Last year was my first year vending at the 60th Florida Folk Festival. My sister, Betsy, braved excessive heat, voracious ticks, all night music jams and primitive camping at the Florida State Park Stephen Foster Cultural Center for three nights and four days.
This Memorial Day Weekend I’ll be vending at the 61st Florida Folk Festival. I feel honored to have been invited back. Betsy won’t be attending with me however. This year she’s taking my 90 year old father to a wedding on Saturday afternoon. Not hers. Or his. Perhaps she’ll drive three hours each way to attend the festival on Sunday. She says she wants to.
Last year Betsy was useless when it came to demonstrating my wares. She couldn’t even get seashell pasta to squeak, let alone make a loud whistle sound. But that’s OK because she stayed at my booth while I used the restroom or got a bite to eat. She smiled and chatted with people and let them know I’d be right back. That’s invaluable for a solo vendor like me. And she was and is great company.
Ray Wood is a Native American Flute Maker. And even though he’s not Native American he takes his craft very seriously. He makes beautiful sounding and looking wood and bamboo flutes. Ray has been my vending coach since I began vending Florida music festivals. He was and still is very strict. In the beginning I tended to wander away from my booth in order to catch performers or talk with other vendors. Ray reeled me in, saying it was my responsibility to be at my booth during business hours.
Ray believes everyone has a unique purpose and mission in life. As I understand him he believes his mission is to be there for people searching for their higher purpose in life. He does this by showing them the beauty he has found in flute making and in the playing of his instruments.

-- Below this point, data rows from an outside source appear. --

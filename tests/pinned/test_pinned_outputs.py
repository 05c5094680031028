"""Pinned output bytes: the main job's WAVs do not change unless a commit says so.

The hashes in ``pinned_outputs.json`` are this project's own earlier outputs (no
outside source: this is a regression pin, not a check of the physics). A commit
that changes the physics on purpose regenerates them with
``python tests/pinned/test_pinned_outputs.py --update`` and says so in its message.

The bytes depend on the machine's BLAS kernels: OpenBLAS picks its matrix-product
kernels by the CPU, and its AVX-512 kernels round the phrase synthesis's products
differently in the last bits from its AVX2 ("Haswell") ones. So the pinned commands
run in a child process with ``OPENBLAS_CORETYPE=Haswell`` (OpenBLAS's documented
override), which every x86_64 CPU of the last decade can run; the pins were made
with those kernels. On another architecture the pins cannot match and the test
skips, saying why.
"""

from __future__ import annotations

import hashlib
import json
import os
import platform
import subprocess
import sys
from pathlib import Path

import pytest
from click.testing import CliRunner

ROOT = Path(__file__).resolve().parents[2]
PIN = Path(__file__).with_name("pinned_outputs.json")
DESIGNS = ["bench-wound", "ember-dark", "glasswing-bright", "high-rail-18v", "odd-pair", "split-voice", "studio-reference"]

RUNS = {
    "clips": [*(f"models/{d}.toml" for d in DESIGNS), "--no-plots"],
    "bias": ["models/studio-reference.toml"],
    "hum": ["models/odd-pair.toml"],
    "blind": ["models/studio-reference.toml", "models/glasswing-bright.toml", "--seed", "7"],
}


def produce(tmp: Path) -> dict[str, dict[str, str]]:
    """Run each pinned command into ``tmp`` and hash every WAV it writes (by relative name)."""
    from render.cli import main

    out: dict[str, dict[str, str]] = {}
    for cmd, args in RUNS.items():
        folder = tmp / cmd
        argv = [cmd, *(str(ROOT / a) if a.startswith("models/") else a for a in args), "--out", str(folder)]
        res = CliRunner().invoke(main, argv)
        assert res.exit_code == 0, f"render {' '.join(argv)}: {res.output}"
        if cmd == "blind":  # clip names are random by design: pin each design's render, the trials' draws and the dithered clips in trial order
            key = json.loads((folder / "private" / "key.json").read_text())
            for t in key["trials"]:
                for name in t["clips"].values():
                    assert hashlib.sha256((folder / "public" / name).read_bytes()).hexdigest() == key["clip_sha256"][name]
            in_order = "".join(key["clip_sha256"][t["clips"][role]] for t in key["trials"] for role in ("A", "B", "X"))
            out[cmd] = {
                "design_a": key["render_sha256"][0],
                "design_b": key["render_sha256"][1],
                "draws": "".join(f"{t['a']}{t['x']}" for t in key["trials"]),
                "clips": hashlib.sha256(in_order.encode("ascii")).hexdigest(),
            }
        else:
            out[cmd] = {str(p.relative_to(folder)): hashlib.sha256(p.read_bytes()).hexdigest() for p in sorted(folder.rglob("*.wav"))}
    return out


KERNELS = {"OPENBLAS_CORETYPE": "Haswell"}  # read by OpenBLAS when it loads, so set before numpy is imported


def produce_in_child(tmp: Path) -> dict[str, dict[str, str]]:
    """:func:`produce` in a new Python process with the pinned BLAS kernels."""
    env = {**os.environ, **KERNELS}
    res = subprocess.run([sys.executable, __file__, "--produce", str(tmp)], cwd=ROOT, env=env, capture_output=True, text=True, check=False)
    assert res.returncode == 0, res.stdout + res.stderr
    return json.loads(res.stdout.strip().splitlines()[-1])


def test_pinned_wav_bytes(tmp_path):
    if platform.machine().lower() not in ("x86_64", "amd64"):
        pytest.skip(f"the pins were made with OpenBLAS's x86_64 Haswell kernels; this machine is {platform.machine()}")
    pinned = json.loads(PIN.read_text())["wav_sha256"]
    got = produce_in_child(tmp_path)
    for cmd in RUNS:
        assert got[cmd] == pinned[cmd], f"render {cmd}: output WAV bytes changed; if on purpose, regenerate the pin and say so in the commit"


if __name__ == "__main__" and "--produce" in sys.argv:  # the child of produce_in_child
    os.chdir(ROOT)  # the default phrase is found from the project folder
    print(json.dumps(produce(Path(sys.argv[sys.argv.index("--produce") + 1]))))
elif __name__ == "__main__" and "--update" in sys.argv:
    import tempfile

    with tempfile.TemporaryDirectory() as d:
        PIN.write_text(json.dumps({"wav_sha256": produce_in_child(Path(d))}, indent=1, sort_keys=True) + "\n")
    print(f"wrote {PIN}")
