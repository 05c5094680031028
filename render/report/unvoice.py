"""The files of an un-voicing besides the velocity: its JSON record and its spectra plot."""

from __future__ import annotations

import math

import numpy as np


def _db(x, floor=1e-30):
    return 10.0 * np.log10(np.maximum(np.asarray(x, float), floor))


def unvoice_record(*, di, di_sha256, design, rig, sample_rate, frames, vfs, vscale, peak, inv, stats, vstats, vpeak, vrms, out, png, warnings, version, design_dict) -> dict:
    from ..analysis import unvoice as U
    from ..design.provenance import design_provenance

    band = inv.trusted_band_hz
    centres = U.third_octave_centres(U.LOW_HZ, U.TOP_FRACTION * sample_rate)
    di_db = U.band_levels_from_psd(stats.psd, frequency_hz=stats.frequency_hz, centres_hz=centres)
    v_db = U.band_levels_from_psd(vstats.psd, frequency_hz=vstats.frequency_hz, centres_hz=centres)
    floor = np.exp(np.interp(np.log(centres), np.log(stats.band_hz), np.log(np.maximum(stats.band_floor, 1e-300))))
    floor_db = _db(floor * centres * (10**0.05 - 10**-0.05), 1e-300)

    def at(x, c):
        return complex(U.interp_complex(c, inv.frequency_hz, x))

    rows = []
    for c, a, n, v in zip(centres, di_db, floor_db, v_db):
        rows.append(
            {
                "centre_hz": round(float(c), 2),
                "di_db": _round(a),
                "noise_floor_db": _round(n),
                "snr_db": _round(a - n),
                "passive_db": _round(20 * math.log10(abs(at(inv.passive, c)))),
                "inverse_db": _round(20 * math.log10(max(abs(at(inv.realised, c)), 1e-30))),
                "velocity_db": _round(v),
                "trusted": bool(band is not None and band[0] <= c <= band[1]),
            }
        )
    ref_db = 20 * math.log10(inv.reference_level)
    return {
        "kind": "unvoice",
        "di": {
            "file": str(di),
            "sha256": di_sha256,
            "sample_rate": sample_rate,
            "frames": frames,
            "seconds": frames / sample_rate,
            "volts_full_scale": vfs,
            "peak_v": peak * vfs,
        },
        "design": design.name,
        "design_file": design.source,
        **design_provenance(design),
        "design_values": design_dict,
        "rig": {"file": rig.source, "sha256": rig.sha256} if rig else {"file": None, "from": "the design's own [rig] or the defaults"},
        "velocity": {
            "file": str(out),
            "velocity_scale": vscale,
            "unit": "m/s at full scale (a sample of 1.0)",
            "channels": 1,
            "sensing": "one velocity, the same at both coils' sensing points",
            "peak_m_per_s": vpeak,
            "rms_m_per_s": vrms,
        },
        "plot": str(png) if png else None,
        "trusted_band_hz": [round(band[0], 1), round(band[1], 1)] if band else None,
        "trust_rule": f"the realised inverse within {U.TRUST_DB:g} dB of the exact inverse 1/H, contiguous around {U.REFERENCE_HZ:g} Hz, at most {U.TOP_FRACTION:g}·sample_rate",
        "regularisation": {
            "method": "Tikhonov with a Wiener noise term: W = conj(H)·T / (|H|² + λ_gain + |H|²·N/(S−N)·ρ)",
            "passive_level_1k_db": round(ref_db, 3),
            "max_boost_db": inv.max_boost_db,
            "lambda_gain": inv.lambda_gain,
            "gain_limit_db": round(20 * math.log10(inv.gain_limit) + 0.005, 2),
            "gain_limit_unit": "dB re 1 m/s per V: no frequency of the inverse exceeds it",
            "max_inverse_gain_db": round(20 * math.log10(inv.max_gain), 3),
            "max_inverse_gain_hz": round(float(inv.frequency_hz[int(np.argmax(np.abs(inv.realised)))]), 1),
            "passband_cost_db": round(-20 * math.log10(1 + inv.lambda_gain / inv.reference_level**2), 4),
            "noise_term": "S: long-term mean band power; N: its low percentile over frames; ρ = clip(|H(1 kHz)/H|² − 1, 0, 1), so the term acts only where the exact inverse boosts",
            "noise_floor": {
                "percentile": U.NOISE_PERCENTILE,
                "frame_samples": stats.frame,
                "hop_samples": stats.hop,
                "window": "hann",
                "bands_per_octave": U.BANDS_PER_OCTAVE,
                "frames": stats.frames,
                "silent_frames": stats.silent_frames,
                "caveat": "in playing without pauses the quietest frames are still playing, so the floor overestimates the noise; over pure noise it reads 0.5 to 3.5 dB under the noise's mean (the percentile's bias)",
            },
            "low_taper_hz": U.LOW_HZ,
            "fir_taps": int(inv.taps.size),
            "delay_samples_removed": inv.delay,
            "fir_error_db": round(inv.fir_error_db, 4),
        },
        "model_error": {
            "what": "20·log10|H_true/H_model| in the trusted band: the level error of the estimate if the true part is 10 % off the model's",
            **U.model_error_table(design, frequency_hz=np.geomspace(20.0, U.TOP_FRACTION * sample_rate, 600), band_hz=band),
        },
        "bands": rows,
        "warnings": list(warnings),
        "software_version": version,
    }


def _round(x, nd=2):
    x = float(x)
    return round(x, nd) if math.isfinite(x) else None


def spectra_plot(path, *, stats, vstats, inv, title=""):
    """DI spectrum with its noise floor and the passive response (top); the recovered velocity's spectrum and the inverse (bottom)."""
    from .plots import CLAY, PALETTE, _hz_axis, pyplot, save

    plt = pyplot()
    fig, (ax1, ax2) = plt.subplots(2, 1, figsize=(8.5, 7), sharex=True)
    fmin, fmax = 20.0, inv.sample_rate / 2
    k = stats.frequency_hz >= fmin
    ax1.plot(stats.frequency_hz[k], _db(stats.psd[k]), color=PALETTE[0], lw=1.3, label="DI spectrum (dB re 1 V²/Hz)")
    bk = stats.band_floor > 0
    ax1.plot(stats.band_hz[bk], _db(stats.band_floor[bk]), color=PALETTE[0], lw=1.0, ls=":", label="DI noise floor (low percentile)")
    ax1.set_ylabel("DI, dB re 1 V²/Hz")
    t1 = ax1.twinx()
    g = inv.frequency_hz >= fmin
    t1.plot(inv.frequency_hz[g], 20 * np.log10(np.abs(inv.passive[g])), color=CLAY, lw=1.5, ls="--", label="passive response (dB re 1 V per m/s)")
    t1.set_ylabel("passive, dB re 1 V per m/s", color=CLAY)
    kv = vstats.frequency_hz >= fmin
    ax2.plot(vstats.frequency_hz[kv], _db(vstats.psd[kv]), color=PALETTE[1], lw=1.3, label="recovered velocity (dB re 1 (m/s)²/Hz)")
    ax2.set_ylabel("velocity, dB re 1 (m/s)²/Hz")
    t2 = ax2.twinx()
    t2.plot(inv.frequency_hz[g], 20 * np.log10(np.maximum(np.abs(inv.realised[g]), 1e-30)), color=PALETTE[3], lw=1.0, ls="-.", label="inverse (dB re 1 m/s per V)")
    t2.axhline(20 * math.log10(inv.gain_limit), color=PALETTE[3], lw=0.7, ls=":")
    t2.set_ylabel("inverse, dB re 1 m/s per V", color=PALETTE[3])
    band = inv.trusted_band_hz
    for ax in (ax1, ax2):
        _hz_axis(ax, fmin, fmax)
        if band:
            ax.axvspan(band[0], band[1], color=PALETTE[1], alpha=0.08, lw=0)
    lo = float(np.max(_db(stats.psd[k]))) - 140
    ax1.set_ylim(bottom=lo)
    ax2.set_ylim(bottom=float(np.max(_db(vstats.psd[kv]))) - 140)
    lines = ax1.get_lines() + t1.get_lines()
    ax1.legend(lines, [ln.get_label() for ln in lines], fontsize=8, frameon=False, loc="lower left")
    lines = ax2.get_lines() + t2.get_lines()[:1]
    ax2.legend(lines, [ln.get_label() for ln in lines], fontsize=8, frameon=False, loc="lower left")
    shade = f"trusted band {band[0]:.0f}–{band[1]:.0f} Hz shaded" if band else "no trusted band"
    ax2.set_xlabel(f"frequency (Hz); {shade}; dotted: the inverse's gain limit")
    if title:
        ax1.set_title(title, fontsize=10, loc="left")
    fig.tight_layout()
    return save(fig, path, overwrite=True)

Ray doesn’t use music notation to play by. He advises people to follow their heart and feelings to make and play music. He tells people his story. Some get it. I bought my first NAF flute from Ray a few weeks ago. Thanks Ray. I get it. Sort of.
I have no idea what my higher purpose in life is. I stumbled upon my discoveries and I’ve enjoyed developing and bringing them to the market place. I’ve met wonderful vendors and mentors and have marveled at the skills and luck necessary to create a successful business. I’m still working to create a successful business. Ray has inspired me. Thanks Ray. I’m working on it. More or less. Sort of. Just trying to figure it out.
When people ask me how I discovered my seashell flutes I tell them the story about how I learned to whistle with an acorn cap, in PA, from my nephew, Jon, and how I transferred that skill to a seashell (small clam shell) during a Florida vacation in 2003 because I wanted to communicate with wild dolphins. The dolphins whistled back. I went to a Florida shell shop, tested a bunch of shells for sound making capabilities, took them back to Cape Cod, drilled finger pitch holes in some and discovered the musical scales inside three different species of seashells.
Notes of interest: the seashell species Terebra Turritella hasn’t changed it’s shape for 65 (more or less) million years. That means that the capability to express the pentatonic, diatonic and chromatic musical scales has been available and accessible on earth for 65 or so million years. That means that the musical scales are natural and very old indeed.